7 Il termine “german” (dal latino germanus, a sua volta proveniente da germen, “germe”) indica i fratelli di sangue, nati dagli stessi genitori; un legame particolarmente forte, come a dire che (anche) l’amore è intrinsecamente legato all'età giovanile.
8 Costruzione vv. 18-23: “Non curo [non mi preoccupo di] sollazzo e riso, dolce famiglia [piacevole compagnia] della novella età, e [sottointeso: non curo] te, amore, german [fratello di sangue] di giovinezza, sospiro acerb de’ provetti giorni [giorni della maturità]”.
9 romito: il termine fa parte di quelli identificati da Leopardi stesso nello Zibaldone come voci “tutte poetiche per l’infinità e la vastità dell’idea”.
10 Il termine allude al suono felice delle campane a festa.
11 Nel clima festoso del borgo (Recanati) in festa, c’è anche l’usanza di sparare al cielo (le “ferree canne” sono appunto i fucili) dalle ville che costellano la campagna recanatase.
12 rimota parte: come s’è detto nella nota 1, l’ambientazione del Passero solitario è ad ovest della cittadina di Recanati.
13 diletto e gioco: endiadi per tutti i piaceri cui il poeta, paragonandosi al passero solitario, confessa di aver rinunciato.
14 Costruzione vv. 39-44: “e intanto il Sol, steso nell’aria aprica [nel cielo terso e sgombro di nuvole], che tra lontani monti, dopo il giorno sereno, cadendo si dilegua [cioè, tramonta dietro gli Appennini], mi fere [mi ferisce] il guardo [gli occhi], e par che dica che la beata gioventù vien meno [che se ne va anch’essa]”.

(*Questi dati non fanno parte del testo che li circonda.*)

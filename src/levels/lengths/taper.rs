//! The window function.

use crate::trace::UniformGrid;
use std::f64::consts::PI;

/// Blackman's window (R. B. Blackman & J. W. Tukey, The Measurement of Power Spectra, 1958): a0 + a1 cos(2 pi u) + a2 cos(4 pi u) for
/// u from -1/2 to 1/2.
const COSINES: [f64; 3] = [0.42, 0.5, 0.08];
/// Distance of the first zero of its transform from the maximum, in units of 2 pi over the width of the window.
const MAIN_LOBE: f64 = 3.0;
/// Full width of its transform at half of the maximum, in the same units (computed from the formula, as the test below does; so are
/// the next two).
const HALF_MAXIMUM: f64 = 2.2988;
/// Width of a rectangle that lets through as much noise, in the same units.
const NOISE_WIDTH: f64 = 1.7268;
/// Largest side lobe relative to the maximum, -58 dB; further out they fall as the third power.
const SIDE_LOBE: f64 = 1.25e-3;
/// Points of a length grid per resolution: the parabola through a maximum's three points misses its height by 1e-4.
const POINTS: f64 = 16.0;

/// Blackman's window function between two wave numbers, 1 in the middle and 0 with its slope at both ends.
#[derive(Clone, Copy, Debug, PartialEq)]
pub struct Taper {
    /// Lower end.
    pub from: f64,
    /// Upper end, above `from`.
    pub to: f64,
}

impl Taper {
    /// Weight at k, 0 outside.
    #[must_use]
    pub fn weight(&self, k: f64) -> f64 {
        if !(self.from..=self.to).contains(&k) {
            return 0.0;
        }
        let turn = 2.0 * PI * ((k - self.from) / (self.to - self.from) - 0.5);
        COSINES[0] + COSINES[1] * turn.cos() + COSINES[2] * (2.0 * turn).cos()
    }

    /// Integral of the weight.
    #[must_use]
    pub fn area(&self) -> f64 {
        COSINES[0] * (self.to - self.from)
    }

    /// One unit of length: 2 pi over the width of the window.
    fn bin(&self) -> f64 {
        2.0 * PI / (self.to - self.from)
    }

    /// Height at a distance in length from a peak of height 1 (side lobes may be negative).
    #[must_use]
    pub fn response(&self, distance: f64) -> f64 {
        let x = distance / self.bin();
        let sinc = |x: f64| {
            if x == 0.0 {
                1.0
            } else {
                (PI * x).sin() / (PI * x)
            }
        };
        let pair = |shift: f64| 0.5 * (sinc(x - shift) + sinc(x + shift));
        (COSINES[0] * sinc(x) + COSINES[1] * pair(1.0) + COSINES[2] * pair(2.0)) / COSINES[0]
    }

    /// Full width of a peak at half of its height: lengths that are closer are not told apart.
    #[must_use]
    pub fn resolution(&self) -> f64 {
        HALF_MAXIMUM * self.bin()
    }

    /// Distance from a peak at which it has ended, but for side lobes. Below this length an orbit cannot be told from an error of
    /// the smooth density.
    #[must_use]
    pub fn main_lobe(&self) -> f64 {
        MAIN_LOBE * self.bin()
    }

    /// Extent in length of one independent value of a noise.
    #[must_use]
    pub fn cell(&self) -> f64 {
        NOISE_WIDTH * self.bin()
    }

    /// Largest side lobe, relative to the peak.
    #[must_use]
    pub fn side_lobe() -> f64 {
        SIDE_LOBE
    }

    /// The lengths at which a spectrum is taken: from the main lobe on up to `longest`. `None` if that leaves no peak.
    #[must_use]
    pub fn lengths(&self, longest: f64) -> Option<UniformGrid> {
        let start = self.main_lobe();
        let intervals = ((longest - start) * POINTS / self.resolution()).ceil();
        (intervals >= POINTS && intervals < usize::MAX as f64).then(|| UniformGrid {
            start,
            step: (longest - start) / intervals,
            count: intervals as usize + 1,
        })
    }
}

#[cfg(test)]
mod tests {
    use super::*;

    const TAPER: Taper = Taper {
        from: 3.0,
        to: 45.0,
    };

    #[test]
    fn the_response_is_the_transform_of_the_weight() {
        let n = 4000;
        let step = (TAPER.to - TAPER.from) / f64::from(n);
        for distance in [0.0, 0.1, 0.33, 0.7, 2.0, 7.77] {
            let sum: f64 = (0..n)
                .map(|i| TAPER.from + step * f64::from(i))
                .map(|k| TAPER.weight(k) * (distance * (k - 24.0)).cos())
                .sum();
            let expected = sum * step / TAPER.area();
            assert!(
                (TAPER.response(distance) - expected).abs() < 1e-9,
                "{distance}"
            );
        }
        assert_eq!(TAPER.weight(2.9) + TAPER.weight(45.1), 0.0);
        assert!((TAPER.weight(24.0) - 1.0).abs() < 1e-15);
    }

    #[test]
    fn widths_and_side_lobes_are_those_of_the_window() {
        let bin = TAPER.bin();
        assert!((TAPER.response(0.5 * TAPER.resolution()) - 0.5).abs() < 1e-4);
        assert!(TAPER.response(TAPER.main_lobe()).abs() < 1e-12);
        let far = (0..4000).map(|i| TAPER.response((3.0 + 0.005 * f64::from(i)) * bin).abs());
        let largest = far.fold(0.0, f64::max);
        assert!(
            largest < SIDE_LOBE && largest > 0.95 * SIDE_LOBE,
            "{largest}"
        );
        let squares: f64 = (-8000..8000)
            .map(|i| TAPER.response(0.005 * f64::from(i) * bin).powi(2))
            .sum();
        assert!((0.005 * squares - NOISE_WIDTH).abs() < 1e-4, "{squares}");
    }

    #[test]
    fn a_window_that_resolves_nothing_has_no_lengths() {
        assert!(TAPER.lengths(0.5).is_none());
        assert!(TAPER.lengths(f64::NAN).is_none() && TAPER.lengths(f64::INFINITY).is_none());
        let grid = TAPER.lengths(10.0).expect("lengths");
        assert!((grid.point(grid.count - 1) - 10.0).abs() < 1e-12);
    }
}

15 di natura è frutto ogni vostra vaghezza: Leopardi intende che l’inclinazione (la “vaghezza”) degli animali, anche se li spinge alla vita solitaria come nel caso del passero, è tuttavia un “frutto” della natura stessa, a differenza di quanto accade per il poeta, che cerca volontariamente l’esilio dalla cerchia degli altri uomini.
16 Costruzione vv. 50-56: “A me che parrà di tal voglia [a me cosa sembrerà della mia scelta], quando, se non impetro evitar [se non ottengo di evitare] la detestata soglia di vecchiezza, questi occhi [sottointeso: fia] muti all’altrui core [questi occhi non ispireranno più nessuno] e quando il mondo fia [sarà] vuoto per loro”. Il tema dell’inutilità della vita quando questa non ispira più nulla a chi ci circonda è dello Zibaldone (1 luglio 1827).
17 Il tema del rimpianto per non aver vissuto pienamente viene dallo Zibaldone (Leopardi ne parla in una nota del 5 novembre 1823) ed è recuperato dall’Arcadia (1504) di Jacopo Sannazaro.